Yeah I thought the same thing..thought they would choose veggies over meat. When my husband had temporarily put his black neons in my tank with golden snails..one fish died and 2 of the snails were like fighting over the dead body.. So then I figured i am going to start adding meaty food to their diet.. Something else surprised me to..I was told that golden snails will eat your plants..they don't even bother them..guess i keep them well fed though.


----------



## kitten_penang (Mar 26, 2008)

the algae eater attack plants too so beig well fed does keep the plants safe =)


----------



## dfbiggs (May 19, 2010)

I keep a Bellagio Buffet for mine now..started out a small China Buffet...but now extraordinary!


----------



## kitten_penang (Mar 26, 2008)

lol spoiled snails =) escargot anyone?


----------



## dfbiggs (May 19, 2010)

:shock:


----------



## kitten_penang (Mar 26, 2008)

kidding i'm not French ...


----------



## dfbiggs (May 19, 2010)

Well to be honest i have an Italian background and I used to eat snails on a yearly basis. Used to be good.. now I see them as pets. I LOVE SUSHI THOUGH! Is that the wrong thing to say on here?


----------



## kitten_penang (Mar 26, 2008)

nope i eat salmon shasimi each time i see really good quality fresh salmon on the menu.
everyone heres eats fish maybe we don't talk about but we still do eat it.


----------



## isimek (Jun 9, 2010)

I refuse to eat what I own... but that involves specific species...

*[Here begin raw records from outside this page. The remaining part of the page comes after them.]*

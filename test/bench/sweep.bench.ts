// Sweep speed: the 20-value sweep of the edge-preserving example (K = 0.01:0.2:20) on the 256×256 test
// card at 100 steps, PSNR at every step (target: under 10 s), on the worker pool with 1 and with 2 workers.
// Baseline in the same run: the same 20 settings evaluated one after another on this thread (no pool), so the
// ratios show the pool's overhead (1 worker) and its speed-up (2 workers). Prints figures; asserts nothing.
// Needs `npm run build` first (the pool spawns dist/tune-worker.js).

import { cpus } from 'node:os';
import { join } from 'node:path';
import { evaluateSetting } from '../../src/tune/evaluate';
import { expandGrid, parseVary } from '../../src/tune/grid';
import { loadProblem } from '../../src/tune/problem';
import { runSweep } from '../../src/tune/sweep';

async function main(): Promise<void> {
  const file = join(process.cwd(), 'examples/edge-preserving.fluxel');
  const problem = await loadProblem(file, { scene: 'card', noise: '0.1', seed: '1', size: '256x256' });
  const axes = [parseVary(problem.scheme, 'K=0.01:0.2:20')];
  const steps = 100;
  console.log(`machine: ${cpus().length} cores (${cpus()[0]?.model ?? 'unknown'}), node ${process.version}`);
  console.log(`sweep: edge-preserving, K = 0.01:0.2:20, card 256×256, noise 0.1, ${steps} steps, PSNR at every step`);

  // Baseline: in-process, one setting after another.
  const t0 = performance.now();
  const task = { image: problem.image, reference: problem.reference, steps, metric: 'psnr' as const };
  let best = -Infinity;
  for (const s of expandGrid(axes)) best = Math.max(best, evaluateSetting(problem.scheme, task, s).best);
  const base = (performance.now() - t0) / 1000;
  console.log(`  in-process, no pool:   ${base.toFixed(2)} s   (best PSNR ${best.toFixed(3)} dB)`);

  // CPU seconds (all threads of this process) per wall second show how many cores the run really got:
  // on a machine shared with other jobs the wall-clock speed-up alone can mislead.
  const times: Record<number, number> = {};
  for (const workers of [1, 2]) {
    const c0 = process.cpuUsage();
    const r = await runSweep(problem, { axes, steps, metric: 'psnr', workers });
    const c = process.cpuUsage(c0);
    times[workers] = r.seconds;
    const cores = (c.user + c.system) / 1e6 / r.seconds;
    const cpu = (c.user + c.system) / 1e6;
    console.log(`  pool, ${workers} worker(s):     ${r.seconds.toFixed(2)} s   ratio to in-process ${(r.seconds / base).toFixed(2)}   CPU ${cpu.toFixed(2)} s, cores used ${cores.toFixed(2)}   (best PSNR ${r.curves[r.bestIndex].best.toFixed(3)} dB)`);
    // What the same work would take with each worker on a core of its own (an estimate, labelled as such).
    console.log(`    estimate on an otherwise idle machine: CPU / ${workers} = ${(cpu / workers).toFixed(2)} s`);
  }
  const { loadavg } = await import('node:os');
  console.log(`  load average while measuring: ${loadavg().map((v) => v.toFixed(1)).join(', ')} (on ${cpus().length} cores)`);
  console.log(`  speed-up 2 workers vs 1: ${(times[1] / times[2]).toFixed(2)}×`);
  console.log(`  target: 20-value sweep under 10 s — ${times[2] < 10 ? 'met' : 'NOT met'} (${times[2].toFixed(2)} s with 2 workers)`);

  // SSIM costs more per step than PSNR; show it for the same sweep on 2 workers.
  const ssim = await runSweep(problem, { axes, steps, metric: 'ssim', workers: 2 });
  console.log(`  same sweep by SSIM, 2 workers: ${ssim.seconds.toFixed(2)} s   ratio to PSNR ${(ssim.seconds / times[2]).toFixed(2)}`);
}

main().catch((err) => {
  console.error(err);
  process.exitCode = 1;
});
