// Hover content with plain objects: what each kind of token under the cursor shows.

import { describe, expect, it } from 'vitest';
import { hoverFor } from '../../../src/extension/hoverText';
import { diffusivityPlot } from '../../../src/extension/plot';
import { HEAT, analyse, example } from './helpers';

function hoverAt(text: string, needle: string, delta = 0, analysed = true) {
  const a = analyse(text);
  const at = text.indexOf(needle);
  expect(at, `"${needle}" is in the text`).toBeGreaterThanOrEqual(0);
  return hoverFor({ program: a.checked.program, scheme: a.checked.scheme, report: analysed ? a.report : null, offset: at + delta });
}

describe('hover', () => {
  it('on the step shows the verdict, the limit, the method and the reason', () => {
    const h = hoverAt(HEAT('0.3'), 'dt =')!;
    expect(h.markdown).toContain('**over the limit** — dt 0.3 / 0.25');
    expect(h.markdown).toContain('- limit: dt ≤ 0.25');
    expect(h.markdown).toContain('- method: von Neumann analysis');
    expect(h.markdown).toMatch(/Von Neumann: .*first exceeded/);
    const text = HEAT('0.3');
    expect(text.slice(h.start, h.end)).toBe('dt');
    expect(hoverAt(text, '0.3 in')!.markdown).toBe(h.markdown);
    expect(hoverAt(text, 'step')!.markdown).toBe(h.markdown);
  });

  it('on dt inside an update shows the same, and says so while the analysis runs', () => {
    expect(hoverAt(HEAT('0.2'), "u + dt", 4)!.markdown).toContain('**within limit** — dt 0.2 / 0.25');
    expect(hoverAt(HEAT('0.2'), "u + dt", 4, false)!.markdown).toContain('Stability analysis running…');
  });

  it('on a scheme with errors says the limit waits for a clean scheme', () => {
    expect(hoverAt(HEAT('0.2').replace('sum n in N4', 'sum n in N5'), 'dt =')!.markdown).toContain('computed once the scheme has no errors');
  });

  it('on a param shows its value and range', () => {
    const text = example('edge-preserving.fluxel');
    expect(hoverAt(text, 'K =')!.markdown).toBe('**param** `K` = 0.06\n\n- range: in [0.005, 0.5]');
    // A use of the param inside the diffusivity body.
    expect(hoverAt(text, 's / K', 4)!.markdown).toContain('**param** `K`');
  });

  it('on a neighbour access shows its offset', () => {
    const text = example('tv-flow.fluxel');
    const h = hoverAt(text, 'u[-1,0]')!;
    expect(h.markdown).toContain('offset (-1, 0): 1 pixel left (−x)');
    expect(h.markdown).toContain('reads u at (x−1, y)');
    expect(text.slice(h.start, h.end)).toBe('u[-1,0]');
    expect(hoverAt(text, 'u[0,1]')!.markdown).toContain('1 pixel down (+y)');
  });

  it('on a reduction access lists the set offsets', () => {
    const h = hoverAt(HEAT('0.2'), 'u[n]')!;
    expect(h.markdown).toContain('n runs over N4:');
    expect(h.markdown).toMatch(/\(1, 0\).*\(0, -1\)|\(0, -1\).*\(1, 0\)/);
  });

  it('on a diffusivity shows its range, flux peak and a plot', () => {
    const text = example('edge-preserving.fluxel');
    const h = hoverAt(text, 'g(s) =')!;
    expect(h.markdown).toContain('**diffusivity** `g(s)`');
    expect(h.markdown).toContain('flux s·g(s) peaks at s = 0.06');
    expect(h.markdown).toMatch(/range of g over the arguments met: \[0\.003587, 1\]/);
    expect(h.markdown).toMatch(/!\[plot of g\(s\)[^\]]*\]\(data:image\/svg\+xml;base64,[A-Za-z0-9+/=]+\)/);
    // Calls of the diffusivity hover the same way.
    expect(hoverAt(text, 'g(w[n]')!.markdown).toContain('peaks at s = 0.06');
  });

  it('on plain text returns nothing', () => {
    expect(hoverAt(HEAT('0.2'), 'grid')).toBeNull();
  });
});

describe('diffusivity plot', () => {
  it('draws both curves inside the frame and marks the peak', () => {
    const K = 0.1;
    const p = diffusivityPlot((s) => 1 / (1 + (s / K) ** 2), { sMax: 0.4, mark: K, width: 200, height: 100 });
    expect(p.svg.startsWith('<svg xmlns="http://www.w3.org/2000/svg" width="200" height="100"')).toBe(true);
    const paths = [...p.svg.matchAll(/<path d="([^"]+)"/g)].map((m) => m[1]);
    expect(paths).toHaveLength(2);
    for (const d of paths) {
      const pts = [...d.matchAll(/[ML]([\d.]+) ([\d.]+)/g)].map((m) => [Number(m[1]), Number(m[2])]);
      expect(pts.length).toBe(121);
      for (const [x, y] of pts) { expect(x).toBeGreaterThanOrEqual(0); expect(x).toBeLessThanOrEqual(200); expect(y).toBeGreaterThanOrEqual(0); expect(y).toBeLessThanOrEqual(100); }
    }
    // g starts at its maximum (top), the flux s·g(s) at zero (bottom).
    expect(paths[0].startsWith('M8.0 8.0')).toBe(true);
    expect(paths[1].startsWith('M8.0 92.0')).toBe(true);
    expect(p.svg).toContain('stroke-dasharray');
    expect(Buffer.from(p.dataUri.split(',')[1], 'base64').toString('utf8')).toBe(p.svg);
  });

  it('leaves gaps where g is not finite and moves the axis to the middle for negative values', () => {
    const p = diffusivityPlot((s) => (s < 0.5 ? 1 - 4 * s : Infinity), { sMax: 1 });
    expect(p.svg).toContain('y1="60"');
    const g = /<path d="([^"]+)"/.exec(p.svg)![1];
    expect(g.split('M')).toHaveLength(2);
  });
});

If I owned salmon, I would probably stop eating it (it tastes too good to own!)

I will never eat guinea pig (eaten in peru) I would never eat rabbit. I would never eat cat. I would never eat Clown Loach (eaten in the countries they come from) etc...


----------



## dfbiggs (May 19, 2010)

isimek said:


> I refuse to eat what I own... but that involves specific species...
> 
> If I owned salmon, I would probably stop eating it (it tastes too good to own!)
> 
> I will never eat guinea pig (eaten in peru) I would never eat rabbit. I would never eat cat. I would never eat Clown Loach (eaten in the countries they come from) etc...


 
See really the only fish I eat is unagi (eel) sushi. I don't plan on eating guinea pig..I love rabbit only I gave it up many years ago. Guess it depends on what country I find myself in next..I will have to adapt or starve.

I plan on getting an eel in the future maybe I will go back to being a vegetarian.


----------



## kitten_penang (Mar 26, 2008)

we don't eat dogs but a lot of people in china do =( but thats because they were brought up differently. dogs to them are like cows to us


----------



## redchigh (Jan 20, 2010)

Actually that reminds me of a prank I almost did back when wal mart sold hamsters and guinea pigs...

I was going to check out with the hamster, a filet knife, a large pan, and seasonings and see if the cashier looked at me funny. 

If I didn't get any kind of look, I'd hold the hamster and the pan up and say "You think it's big enough?"


----------